1. 300 billion coupons are distributed in the United States each year, which equates to offers that have a total saving of $3 billion.
2. In the United States 1.26 percent of coupons are redeemed. This is only about one-third of the redemption rate in Canada where they redeem 4.46 percent.
3. The average household receives about 55 coupons a week which translates into 2800 per year. Of course, the number of coupons arriving will depend on the season and time of year.
4. 82 percent of coupons come in newspaper inserts - in Canada only 57 percent arrive in newspaper inserts.
5. The average face value of a coupon is 84 cents.
6. The average time before the expiration date is 3.2 months.
7. Coupon useage in the United states dropped 13 percent from 2005 to 2006 (according to CMS a company that tracks coupons trends).
8. When looking at the rate at which coupons are redeemed they found:
18 percent are used in the first three months
41 percent are redeemed between four and six months
34 percent are redeemed after six months.

It appears that companies that use coupons often use them to drive short-term sales rather than build customer loyalty. The companies may have other objectives; e.g. getting rid of excess inventory or increasing their cash position.

One of the drawbacks of coupons is that they take time to clip. People to day seem to have less time to go through the paper and clip coupons. It may be as simple as time and money; that is, how much time will it take me to clip these coupons and then how much will I save. It may not be worth it to spend the time for the amount of money I will save. Some stores are using technology to beat the need for coupon clipping. For example, Target is using a customer card which when scanned will show the available discounts at the time the customer is in the store so that they do not have to clip the coupons before they come to the store. The coupons are available at the cashier once the customer card is scanned.

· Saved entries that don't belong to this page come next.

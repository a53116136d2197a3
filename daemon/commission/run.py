"""One commissioning run over the field under the objective, step by step.

1. **Exposure** (:mod:`.exposure`): the camera's range used, nothing saturated; a dark
   lamp is refused here.
2. **Focus**: the autofocus of :mod:`daemon.focus.autofocus`, then the exposure again at
   the plane of best focus.
3. **Texture**: two frames of the field and one after a small stage step
   (:func:`~daemon.commission.registration.texture_ratio`); a field that a step does not
   change beyond camera noise cannot be registered and is refused.
4. **Settling** (:mod:`.settle`) along x and y; from then on every x/y move waits a
   margin over it.
5. **The map** from stage micrometres to image pixels (:mod:`.image_map`): a square grid
   of stage positions round the field, each approached from below on both axes so the
   play of the drives is always taken up the same way, every frame registered against
   the centre's and A fitted by least squares.
6. **Backlash** on x and y, **repeatability**, **backlash** on z (:mod:`.backlash`).

Every position any step will visit is checked against the soft limits before the first
move, so a field too near a limit is refused before anything moves; the driver checks
every move again before it is sent, and the focus never goes above ``z_safe_max_um``.
"""

from __future__ import annotations

import asyncio
import dataclasses
import functools
import time
from typing import TYPE_CHECKING

import numpy as np

from daemon.commission import CommissionRefused
from daemon.commission.backlash import (
    SWEEP_HALF_RANGE_DOF,
    SWEEP_STEP_DOF,
    AxisBacklash,
    FocusBacklash,
    Repeatability,
    measure_focus_backlash,
    measure_repeatability,
    measure_stage_backlash,
)
from daemon.commission.exposure import ExposureResult, set_exposure
from daemon.commission.image_map import MapFit, fit_image_map
from daemon.commission.registration import register, texture_ratio
from daemon.commission.session import BURST_EXPOSURE_DIVISOR, Progress, Session
from daemon.commission.settle import FIRST_WINDOW_S, AxisSettle, measure_settle
from daemon.focus.autofocus import FocusResult, autofocus
from drivers.base import LimitError, Position
from drivers.limits import SoftLimits

if TYPE_CHECKING:
    from daemon.scope import Scope

MIN_TEXTURE_RATIO = 3.0  # a step must change the image three times more than noise does
TEXTURE_STEP_PX = 20.0  # the texture check's step, in pixels of the nominal size
GRID_SPAN = 0.4  # the grid reaches this fraction of the field's shorter side each way


@dataclasses.dataclass(frozen=True)
class CommissionOptions:
    grid: int = 7  # grid positions per axis (odd: the centre is one of them)
    step_um: float | None = None  # grid spacing; None: from the field of view (GRID_SPAN)
    backlash_cycles: int = 3
    repeats: int = 10
    focus_sweeps: int = 2
    settle_move_um: float = 100.0

    def __post_init__(self) -> None:
        if self.grid < 3 or self.grid % 2 == 0:
            raise ValueError(f"the grid needs an odd number of positions per axis, at least 3; got {self.grid}")
        for name in ("backlash_cycles", "repeats", "focus_sweeps"):
            if getattr(self, name) < 1:
                raise ValueError(f"{name} must be at least 1, got {getattr(self, name)}")
        if self.step_um is not None and not self.step_um > 0:
            raise ValueError(f"the grid step must be > 0 um, got {self.step_um}")


@dataclasses.dataclass
class CommissionResult:
    field_um: Position
    started_wall: str
    elapsed_s: float  # on the scope's clock
    exposure: ExposureResult
    focus: FocusResult
    texture_ratio: float
    settle: list[AxisSettle]
    map_fit: MapFit
    grid: int  # positions per axis
    grid_step_um: float
    backlash: dict[str, AxisBacklash]
    focus_backlash: FocusBacklash
    repeatability: Repeatability
    frames: int

    @property
    def settle_s(self) -> float:
        return max(s.settle_s for s in self.settle)


def grid_offsets(n: int, step_um: float) -> list[tuple[float, float]]:
    """The grid's offsets from the centre, row by row in a serpentine (short moves)."""
    half = n // 2
    rows = []
    for j, dy in enumerate(range(-half, half + 1)):
        cols = list(range(-half, half + 1))
        if j % 2:
            cols.reverse()
        rows.extend((dx * step_um, dy * step_um) for dx in cols)
    return rows


def planned_points(x_um: float, y_um: float, z_um: float, *, step_um: float, options: CommissionOptions,
                   approach_um: float, texture_step_um: float) -> list[tuple[Position, str]]:
    """Every x/y position the run will visit, with what it is for (checked before any move)."""
    d = approach_um
    pts: list[tuple[float, float, str]] = [(x_um + texture_step_um, y_um, "texture step")]
    for dx, dy in grid_offsets(options.grid, step_um):
        pts.append((x_um + dx, y_um + dy, "map grid position"))
        pts.append((x_um + dx - d, y_um + dy - d, "approach to a map grid position"))
    pts += [
        (x_um + options.settle_move_um, y_um, "settling move along x"),
        (x_um, y_um + options.settle_move_um, "settling move along y"),
        (x_um - d, y_um, "backlash approach from below"),
        (x_um + d, y_um, "backlash approach from above"),
        (x_um, y_um - d, "backlash approach from below"),
        (x_um, y_um + d, "backlash approach from above"),
        (x_um - d, y_um - d, "approach from below"),
        (x_um + d, y_um + d, "repeatability departure"),
        (x_um - d, y_um + d, "repeatability departure"),
        (x_um + d, y_um - d, "repeatability departure"),
    ]
    return [(Position(px, py, z_um), what) for px, py, what in pts]


def check_plan(scope: Scope, points: list[tuple[Position, str]]) -> None:
    limits = SoftLimits.from_sections(scope.profile.stage, scope.profile.focus, source=scope.profile.path)
    try:
        limits.check_path(points)
    except LimitError as exc:
        raise CommissionRefused(
            f"the commissioning moves would leave the soft limits, so nothing was moved: {exc}; "
            "start from a field farther from the edge of the travel"
        ) from None


def estimated_frames(options: CommissionOptions, burst_frames: int) -> int:
    sweep = int(round(2 * SWEEP_HALF_RANGE_DOF / SWEEP_STEP_DOF)) + 1
    return (
        12  # exposure, twice
        + 25  # autofocus
        + 3  # texture
        + 2 * burst_frames
        + options.grid**2
        + 4 * options.backlash_cycles
        + options.repeats + 1
        + 2 * options.focus_sweeps * sweep
    )


async def commission(
    scope: Scope, *, options: CommissionOptions = CommissionOptions(), progress: Progress | None = None
) -> CommissionResult:
    """Measure the scope over the field under the objective; the caller holds the scope
    (``scope.claim``) and opened it on :func:`~daemon.commission.session.commissioning_profile`."""
    started_wall = time.strftime("%Y-%m-%dT%H:%M:%S%z")
    t0 = scope.clock.now()
    session = Session(scope, progress=progress, total_frames=estimated_frames(options, 150))
    here = await session.here()
    x, y = here.x_um, here.y_um
    profile = scope.profile
    nominal_px = profile.optics.pixel_size_um
    field_short_um = min(profile.camera.width_px, profile.camera.height_px) * nominal_px
    step_um = options.step_um if options.step_um is not None else GRID_SPAN * field_short_um / (options.grid // 2)
    texture_step_um = TEXTURE_STEP_PX * nominal_px
    check_plan(scope, planned_points(x, y, here.z_um, step_um=step_um, options=options,
                                     approach_um=session.approach_um, texture_step_um=texture_step_um))

    session.step("exposure")
    await set_exposure(session)
    session.step("focus")
    focus = await autofocus(scope)
    if not focus.found:
        ratio = await _texture(session, x, y, texture_step_um)
        _refuse_untextured(ratio, texture_step_um)
        raise CommissionRefused(f"no focus found over this field ({focus.message}); focus by hand near the sample and try again")
    session.step("exposure at focus")
    exposure = await set_exposure(session)
    burst_frame_s = max(session.exposure_ms / BURST_EXPOSURE_DIVISOR / 1000.0, 1e-3)
    session.total_frames = estimated_frames(options, int(FIRST_WINDOW_S / burst_frame_s))

    session.step("texture")
    ratio = await _texture(session, x, y, texture_step_um)
    _refuse_untextured(ratio, texture_step_um)

    settle: list[AxisSettle] = []
    for axis in ("x", "y"):
        session.step(f"settling after a move along {axis}")
        settle.append(await measure_settle(session, x, y, axis=axis, move_um=options.settle_move_um))
    session.settled_after(max(s.settle_s for s in settle))

    session.step("stage-to-image map")
    fit = await measure_map(session, x, y, step_um, options.grid)

    backlash: dict[str, AxisBacklash] = {}
    for axis in ("x", "y"):
        session.step(f"backlash along {axis}")
        backlash[axis] = await measure_stage_backlash(session, fit.map, x, y, axis=axis, cycles=options.backlash_cycles)
    session.step("repeatability")
    repeat = await measure_repeatability(session, fit.map, x, y, returns=options.repeats)
    session.step("focus backlash")
    focus_backlash = await measure_focus_backlash(session, focus.z_um, sweeps=options.focus_sweeps)
    await session.go(x, y, side=(-1, -1))
    session.total_frames = session.frames
    session.step("done")
    return CommissionResult(
        field_um=Position(x, y, focus.z_um),
        started_wall=started_wall,
        elapsed_s=scope.clock.now() - t0,
        exposure=exposure,
        focus=focus,
        texture_ratio=ratio,
        settle=settle,
        map_fit=fit,
        grid=options.grid,
        grid_step_um=step_um,
        backlash=backlash,
        focus_backlash=focus_backlash,
        repeatability=repeat,
        frames=session.frames,
    )


async def _texture(session: Session, x_um: float, y_um: float, step_um: float) -> float:
    await session.go(x_um, y_um, side=(-1, -1))
    a = await session.frame()
    b = await session.frame()
    await session.go(x_um + step_um, y_um, side=(0, 0))
    moved = await session.frame()
    await session.go(x_um, y_um, side=(-1, -1), wait=False)
    return float(await asyncio.to_thread(texture_ratio, a.pixels, b.pixels, moved.pixels))


def _refuse_untextured(ratio: float, step_um: float) -> None:
    if ratio < MIN_TEXTURE_RATIO:
        raise CommissionRefused(
            f"the field has no texture to register: a stage step of {step_um:.1f} um changes the image only "
            f"{ratio:.1f} times as much as camera noise does (needs {MIN_TEXTURE_RATIO:g}); put cells or a target "
            "under the objective, or check that the stage moves"
        )


async def measure_map(session: Session, x_um: float, y_um: float, step_um: float, n: int) -> MapFit:
    """Frames on an n x n grid ``step_um`` apart round (x, y), each approached from below,
    registered against the centre's; the map fitted to them."""
    offsets = grid_offsets(n, step_um)
    frames: dict[tuple[float, float], np.ndarray] = {}
    for dx, dy in offsets:
        await session.go(x_um + dx, y_um + dy, side=(-1, -1))
        frames[(dx, dy)] = (await session.frame()).pixels
    centre = frames[(0.0, 0.0)]
    h, w = centre.shape

    async def fit_points(points: list[tuple[float, float]], first: MapFit | None) -> MapFit:
        moves, shifts = [], []
        for dx, dy in points:
            guess = first.map.image_shift_px((dx, dy)) if first is not None else None
            try:
                shift = await asyncio.to_thread(functools.partial(register, centre, frames[(dx, dy)], guess_px=guess))
            except ValueError:
                continue  # too little overlap, or no match where the first map expects it: left out
            moves.append((dx, dy))
            shifts.append(shift.vector)
        try:
            return fit_image_map(np.array(moves).reshape(-1, 2), np.array(shifts).reshape(-1, 2), frame_shape=(h, w))
        except ValueError as exc:
            raise CommissionRefused(f"the stage-to-image map could not be fitted: {exc}") from None

    # The ring next to the centre first (small shifts, registered without help), then every
    # position with the shift that first map expects as the starting point.
    others = [o for o in offsets if o != (0.0, 0.0)]
    inner = [(dx, dy) for dx, dy in others if max(abs(dx), abs(dy)) <= step_um * 1.001]
    fit = await fit_points(others, await fit_points(inner, None))
    dropped = len(offsets) - 1 - int(fit.used.sum())
    if dropped > (len(offsets) - 1) // 4:
        raise CommissionRefused(
            f"the frames of the map grid do not follow the stage moves ({dropped} of {len(offsets) - 1} "
            f"registrations failed; rms residual of the rest {fit.rms_residual_px:.2f} px): the field may have "
            "too little texture, or the stage or sample moves on its own"
        )
    return fit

One area of interest is how much of a discount to offer on a coupon. There are some studies by ICOM Information and Communications, a company that tracks coupon behavior, which indicate that as the value of a coupon rises, so will the number of people who will redeem it - up to a point. Apparently there is a point at which the impact of the discount plateaus and further discounting does not increase the number of customers who will redeem the coupon. The company usually tries to figure out where the "sweet spot" is; that is, where the expiration date and value offered get the most return on investment.

The bottom line is that store coupons are not about building customer loyalty, they are a mechanism designed to bring customers in the store once. The customer loyalty is only as good as the value of the coupon and the convenience of the store location. There is no relationship building in this process. This is all about getting a good deal - if it is worth it.

Wednesday, March 5, 2008

Customer Loyalty Revisited

As you may know from reading these blogs where I discuss customer satisfaction and loyalty, I believe your customers may describe themselves as satisfied and happy and still defect to your competition! Let’s explore further the notion of customer loyalty. What is it and how do you know you have earned it? What makes customers loyal repeat buyers?

Customer loyalty derives from earning, maintaining and enhancing an interactive, personal business relationship between a company and a customer. Such collaboration involves investments of time, energy and money by both parties and results in genuine mutual benefit. The company meets and exceeds customer expectations and anticipates customer wishes and desires with innovative and appropriate products and services by virtue of a comprehensive understanding of customer requirements, values, attitudes and preferences. Customers respond by communicating their personal requests, likes and dislikes, inviting the company to serve them in a variety of ways and allowing the company the opportunity to resolve problems as they arise.
How do you know if customers are loyal?

Accurate, quantifiable data is a key component of good research and objec tive assessment. Customer surveys are one accepted method of obtaining such data. For the purpose of this discussion, I refer only to your existing customers and assume all current customers would receive a follow-up satisfaction survey within a year from the time of purchase.

Potential customers, those who have never purchased from your com pany, would not be surveyed. Previous customers, those who have not purchased within the past year, may be re activated in the future. Mean while, these customers may represent a target market segment for your company.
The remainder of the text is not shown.